Ground 3: Obviousness over Straus, Rothberg, and Walt - Claims 1-9 and 11-22 are obvious over Straus in view of Rothberg and Walt under §103.

• Prior Art Relied Upon: Straus (Application # 2003/0228599), Rothberg (Patent 6,274,320), and Walt (Patent 6,859,570).
• Core Argument for this Ground:
  • Prior Art Mapping: Straus disclosed multiplexed methods for genomic profiling that involved immobilizing single-stranded target nucleic acids, using probe sets (including both linear and padlock probes), followed by ligation, amplification, and detection on an array. Rothberg and Walt taught the specific, conventional array technologies needed to implement the detection step at the claimed scale, such as high-density arrays with at least 100 different oligonucleotides and bead-based substrates placed in wells.
  • Motivation to Combine: A POSITA would combine the genomic profiling methods of Straus with the established and widely used array platforms taught by Rothberg and Walt. This combination would enhance the multiplexing capability of the Straus assay and allow for its implementation using readily available, high-throughput detection platforms.
  • Expectation of Success: The array methods disclosed by Rothberg and Walt were conventional techniques in molecular biology at the time. A POSITA would have readily and predictably combined these standard detection platforms with the assay methods taught in Straus.
  • Key Aspects: This ground was presented as a stronger alternative to the grounds based on Fu, as Straus, Rothberg, and Walt had earlier priority dates and no inventors in common with the ’794 patent, precluding any attempt by the Patent Owner to disqualify them as prior art.

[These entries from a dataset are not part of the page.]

/**
 * Gwet's AC1 (nominal) and AC2 (weighted) agreement coefficients, with their variance.
 *
 * Gwet, K. L. (2008). Computing inter-rater reliability and its variance in the presence of high
 *   agreement. British Journal of Mathematical and Statistical Psychology, 61(1), 29–48.
 *   https://doi.org/10.1348/000711006X126600
 * Gwet, K. L. (2014). Handbook of Inter-Rater Reliability (4th ed.), ch. 2–3 (weights, missing
 *   ratings, the variance for many raters).
 *
 * n cases with at least one rating, q categories x_1 < … < x_q, r_ik readers putting case i in
 * category k, r_i = Σ_k r_ik, weights w_kl (AC1: w = I; AC2 quadratic:
 * w_kl = 1 − (x_k − x_l)² / (x_q − x_1)²), T_w = Σ_kl w_kl:
 *
 *   p_a = weighted pairwise agreement over the n₂ cases with r_i ≥ 2 (./percent-agreement.ts)
 *   π_k = (1 / n) Σ_i r_ik / r_i
 *   p_e = T_w / (q (q − 1)) Σ_k π_k (1 − π_k)
 *   γ   = (p_a − p_e) / (1 − p_e)
 *
 * Variance (Gwet 2008, eq. for many raters; finite-population factor 1 − f with f = 0):
 *   γ_i  = (n / n₂) (p_a|i − p_e [r_i ≥ 2]) / (1 − p_e)
 *   p_e|i = T_w / (q (q − 1)) Σ_k r_ik (1 − π_k) / r_i
 *   γ*_i = γ_i − 2 (1 − γ) (p_e|i − p_e) / (1 − p_e)
 *   v    = (1 / (n (n − 1))) Σ_i (γ*_i − γ)²
 * 95% interval γ ± t_{0.975, n−1} √v, cut to [−1, 1], as Gwet's irrCAC reports it.
 *
 * q is the number of categories on the scale (not only those used): chance agreement depends on
 * it. Readers missing on a case simply do not count there. γ is undefined (NaN) for q < 2.
 */
import tQuantile from '@stdlib/stats-base-dists-t-quantile';
import type { CategoryCounts } from './rating-matrix.ts';
import { pairAgreement, withinWeights } from './percent-agreement.ts';
import { kappaWeights } from './cohen-kappa.ts';

export interface GwetAc {
  value: number;
  se: number;
  ci95: [number, number] | null;
  pObserved: number;
  pExpected: number;
  /** Cases with at least one rating (n). */
  cases: number;
}

export function gwetAc(cc: CategoryCounts, weights: ArrayLike<number>): GwetAc {
  const q = cc.categories.length;
  const n = cc.subjects;
  const pa = pairAgreement(cc, weights);
  const nan: GwetAc = { value: Number.NaN, se: Number.NaN, ci95: null, pObserved: pa.value, pExpected: Number.NaN, cases: n };
  if (q < 2 || n === 0 || pa.cases === 0) return nan;

  const pi = new Float64Array(q);
  for (let i = 0; i < n; i++) {
    const r = cc.rated[i];
    if (r === 0) continue;
    for (let k = 0; k < q; k++) pi[k] += cc.counts[i * q + k] / r / n;
  }
  let tw = 0;
  for (let k = 0; k < q * q; k++) tw += weights[k];
  const scale = tw / (q * (q - 1));
  let spread = 0;
  for (let k = 0; k < q; k++) spread += pi[k] * (1 - pi[k]);
  const pe = scale * spread;
  const value = (pa.value - pe) / (1 - pe);

  let sum = 0;
  for (let i = 0; i < n; i++) {
    const r = cc.rated[i];
    const gi = (n / pa.cases) * (pa.perCase[i] - (r >= 2 ? pe : 0)) / (1 - pe);
    let pei = 0;
    if (r > 0) {
      for (let k = 0; k < q; k++) pei += (cc.counts[i * q + k] * (1 - pi[k])) / r;
      pei *= scale;
    }
    const star = gi - (2 * (1 - value) * (pei - pe)) / (1 - pe);
    sum += (star - value) ** 2;
  }
  const se = n > 1 ? Math.sqrt(sum / (n * (n - 1))) : Number.NaN;
  const t = n > 1 ? tQuantile(0.975, n - 1) : Number.NaN;
  const ci95: [number, number] | null = Number.isFinite(se) && Number.isFinite(value)
    ? [Math.max(-1, value - t * se), Math.min(1, value + t * se)]
    : null;
  return { value, se, ci95, pObserved: pa.value, pExpected: pe, cases: n };
}

/** AC1: nominal categories. */
export function gwetAc1(cc: CategoryCounts): GwetAc {
  return gwetAc(cc, withinWeights(cc.categories, 0));
}

/** AC2 with quadratic weights on the category values. */
export function gwetAc2Quadratic(cc: CategoryCounts): GwetAc {
  return gwetAc(cc, kappaWeights(cc.categories, 'quadratic'));
}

4. Key Claim Construction Positions

• "Providing a sample which may contain at least 100 different single-stranded target sequences attached to a first solid support."
  • Petitioner argued this requires the single-stranded target sequences to be attached to the first solid support before they are contacted with the probe set in a subsequent step. Petitioner also contended that the word "may" indicates the sample is not required to actually possess 100 different target sequences for the method to be performed.
• "Contacting said probes of the hybridization complexes with a first enzyme and forming different modified probes"
  • Petitioner defined "modified probe" as a new nucleic acid formed by the enzymatic modification (e.g., ligation, extension followed by ligation) of a probe while it is bound to its target sequence in a hybridization complex.

5. Relief Requested

• Petitioner requested institution of an inter partes review and cancellation of claims 1-22 of the ’794 patent as unpatentable.